Acquilla Clemons

Acquilla Clemons

Acquilla Clemons lived on the north side of Tenth Street in Dallas. On 22nd November, 1963, Clemons was sitting on the porch of her house when she saw Officer J. D. Tippit killed.

Afterwards she claimed that there were two men involved in the attack on Tippit. She later testified in a television documentary that the gunman was a "short guy and kind of heavy". The other man was tall and thin in khaki trousers and a white shirt. She also claimed that Dallas Police warned her not to repeat this story to others or "she might get hurt".

Anthony Summers, the author of The Kennedy Conspiracy (1980): "Obviously, Mrs. Clemons should have been questioned more thoroughly than in a television interview. She said she had been visited by the FBI, who decided not to take a statement because of her poor health. Mrs. Clemons suffered from diabetes, hardly a condition to deter efficient investigators from taking a statement. According to two reporters, who visited Mrs. Clemons several years after the assassination, she and her family still spoke with conviction of seeing two men at the scene of the Tippit shooting. Mrs. Clemons' story finds corroboration from another witness, and he too was ignored."

Acquilla Clemons was not called to give evidence to the Warren Commission.

Primary Sources

(1) Anthony Summers, The Kennedy Conspiracy (1980)

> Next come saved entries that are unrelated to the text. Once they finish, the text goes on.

package layout

import (
	"bytes"
	"errors"
	"fmt"
	"io"
	"io/fs"
	"os"
	"regexp"
	"strconv"
	"strings"
	"time"
	"unicode"
	"unicode/utf8"

	"go.yaml.in/yaml/v3"
)

// MaxDepth is the deepest nesting of maps and lists a layout file may
// have; the format itself nests at most six levels.
const MaxDepth = 32

// utf8BOM is the byte-order mark that some editors and spreadsheets put at
// the start of a UTF-8 file.
var utf8BOM = []byte{0xEF, 0xBB, 0xBF}

// readInput reads the layout or as-built file at path: a regular file (or
// a link to one) of at most MaxInputSize bytes. A problem gives an Errors
// value of one problem, without a line, wrapping ErrRead.
func readInput(path string) ([]byte, error) {
	fail := func(msg string, cause error) error {
		return Errors{{File: path, Msg: msg, kind: ErrRead, cause: cause}}
	}
	f, err := os.Open(path)
	if err != nil {
		return nil, fail("cannot read the file: "+pathReason(err), err)
	}
	defer f.Close()
	st, err := f.Stat()
	if err != nil {
		return nil, fail("cannot read the file: "+pathReason(err), err)
	}
	switch m := st.Mode(); {
	case m.IsDir():
		return nil, fail("is a directory; want a file", nil)
	case !m.IsRegular():
		return nil, fail(fmt.Sprintf("is not a regular file (%s); want a file saved on disk", kindOf(m)), nil)
	case st.Size() > MaxInputSize:
		return nil, fail(fmt.Sprintf("is %s, more than the %s a file may have", mib(st.Size()), mib(MaxInputSize)), nil)
	}
	// The size can change, or be wrong for special file systems: read at
	// most one byte more than allowed.
	data, err := io.ReadAll(io.LimitReader(f, MaxInputSize+1))
	if err != nil {
		return nil, fail("cannot read the file: "+pathReason(err), err)
	}
	if len(data) > MaxInputSize {
		return nil, fail(fmt.Sprintf("is more than the %s a file may have", mib(MaxInputSize)), nil)
	}
	return data, nil
}

// pathReason returns the reason of a file-system error without the path,
// which the message already names.
func pathReason(err error) string {
	var pe *fs.PathError
	if errors.As(err, &pe) {
		return pe.Err.Error()
	}
	return err.Error()
}

// kindOf names a non-regular file mode.
func kindOf(m fs.FileMode) string {
	switch {
	case m&fs.ModeCharDevice != 0, m&fs.ModeDevice != 0:
		return "a device"
	case m&fs.ModeNamedPipe != 0:
		return "a named pipe"
	case m&fs.ModeSocket != 0:
		return "a socket"
	}
	return "a special file"
}

// mib prints a size in bytes as MiB.
func mib(n int64) string { return fmt.Sprintf("%.4g MiB", float64(n)/(1<<20)) }

// checkText records the first byte of data that cannot be in a text file
// read by this package — a NUL, a byte that is not UTF-8, a control
// character other than tab, line feed and carriage return — with its line
// and column, and reports whether there was none. A byte-order mark at the
// start is allowed.
func (d *decoder) checkText(data []byte) bool {
	data = bytes.TrimPrefix(data, utf8BOM)
	line, col := 1, 1
	for i := 0; i < len(data); {
		r, size := utf8.DecodeRune(data[i:])
		var msg string
		switch {
		case r == utf8.RuneError && size <= 1:
			msg = fmt.Sprintf("byte 0x%02X is not UTF-8 text (it looks like Latin-1 or Windows-1252); save the file as UTF-8", data[i])
		case r == 0:
			msg = "a NUL byte: this is a binary file, not a text file"
		case r == '\n':
			line, col = line+1, 1
			i += size
			continue
		case r < 0x20 && r != '\t' && r != '\r', r == 0x7F, r >= 0x80 && r <= 0x9F:
			msg = fmt.Sprintf("control character U+%04X; remove it", r)
		case r == 0xFEFF:
			msg = "a byte-order mark inside the file; remove it"
		}
		if msg != "" {
			d.add(ErrSyntax, nil, line, "", fmt.Sprintf("column %d: %s", col, msg))
			return false
		}
		i += size
		col++
	}
	return true
}

// checkTree records, at its line, every value with a custom YAML tag
// (!name) or a binary one, and a map or list nested deeper than MaxDepth;
// it reports whether the nesting is within MaxDepth (the tree is not read
// further otherwise).
func (d *decoder) checkTree(n *yaml.Node, depth int) bool {
	if depth > MaxDepth {
		d.errorf(ErrSyntax, n.Line, "", "nested more than %d levels deep; a layout nests at most six", MaxDepth)
		return false
	}
	if n.Style&yaml.TaggedStyle != 0 {
		if t := n.ShortTag(); !strings.HasPrefix(t, "!!") || t == "!!binary" {
			d.errorf(ErrSyntax, n.Line, "", "YAML tag %s is not supported; write the value plainly", n.Tag)
		}
	}
	for _, c := range n.Content {
		if !d.checkTree(c, depth+1) {
			return false
		}
	}
	return true
}

// checkLabel records a text of the layout (a name, a title) that holds a
// control character or a bidirectional override — they would reach the
// terminal, the sheet and the exports — or is longer than max characters;
// it reports whether there was no problem.
func (d *decoder) checkLabel(v string, line int, field string, max int) bool {
	for _, r := range v {
		if unicode.IsControl(r) || (r >= 0x202A && r <= 0x202E) || (r >= 0x2066 && r <= 0x2069) {
			d.errorf(ErrInvalid, line, field, "holds the character U+%04X (a control or text-direction character); write plain text on one line", r)
			return false
		}
	}
	if n := utf8.RuneCountInString(v); n > max {
		d.errorf(ErrInvalid, line, field, "is %d characters long; want at most %d", n, max)
		return false
	}
	return true
}

// isoDate matches a date written with numbers, which must then be a real
// date: 2026-11-30, 2026/11/30 or 30.11.2026.
var isoDate = regexp.MustCompile(`^(\d{4})[-/](\d{1,2})[-/](\d{1,2})$|^(\d{1,2})\.(\d{1,2})\.(\d{4})$`)

// checkDate records a date written with numbers that is not a date of the
// calendar (2026-13-45); other texts ("March 2026") are kept as written.
func (d *decoder) checkDate(v string, line int, field string) bool {
	m := isoDate.FindStringSubmatch(strings.TrimSpace(v))
	if m == nil {
		return true
	}
	y, mo, day := m[1], m[2], m[3]
	if y == "" {
		y, mo, day = m[6], m[5], m[4]
	}
	yi, _ := strconv.Atoi(y) // digits only, by the pattern
	mi, _ := strconv.Atoi(mo)
	di, _ := strconv.Atoi(day)
	t := time.Date(yi, time.Month(mi), di, 0, 0, 0, 0, time.UTC)
	if mi < 1 || mi > 12 || t.Day() != di {
		d.errorf(ErrInvalid, line, field, "%q is not a date of the calendar; want year-month-day, such as 2026-11-30", v)
		return false
	}
	return true
}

Mrs. Acquilla Clemons, who was in a house close to the spot where Tippit was killed, told independent investigators she saw two men near the policeman's car just before the shooting. She said she ran out after the shots and saw a man with a gun. But she described him as "kind of chunky... kind of heavy," a description which does not fit Oswald at all. Much more disturbing, this was not the only man she saw...

Mrs. Clemons said the man with a gun went off in one direction and the second man in another. She described the man with the gun as "short and kind of heavy" and wearing "khaki and a white shirt" - a description which does not fit Oswald at all. The second man, she said, was thin and tall rather than short, a description which could refer to Oswald.

Obviously, Mrs. Clemons should have been questioned more thoroughly than in a television interview. She said she had been visited by the FBI, who decided not to take a statement because of her poor health. Mrs. Clemons suffered from diabetes, hardly a condition to deter efficient investigators from taking a statement. According to two reporters, who visited Mrs. Clemons several years after the assassination, she and her family still spoke with conviction of seeing two men at the scene of the Tippit shooting. Mrs. Clemons' story finds corroboration from another witness, and he too was ignored.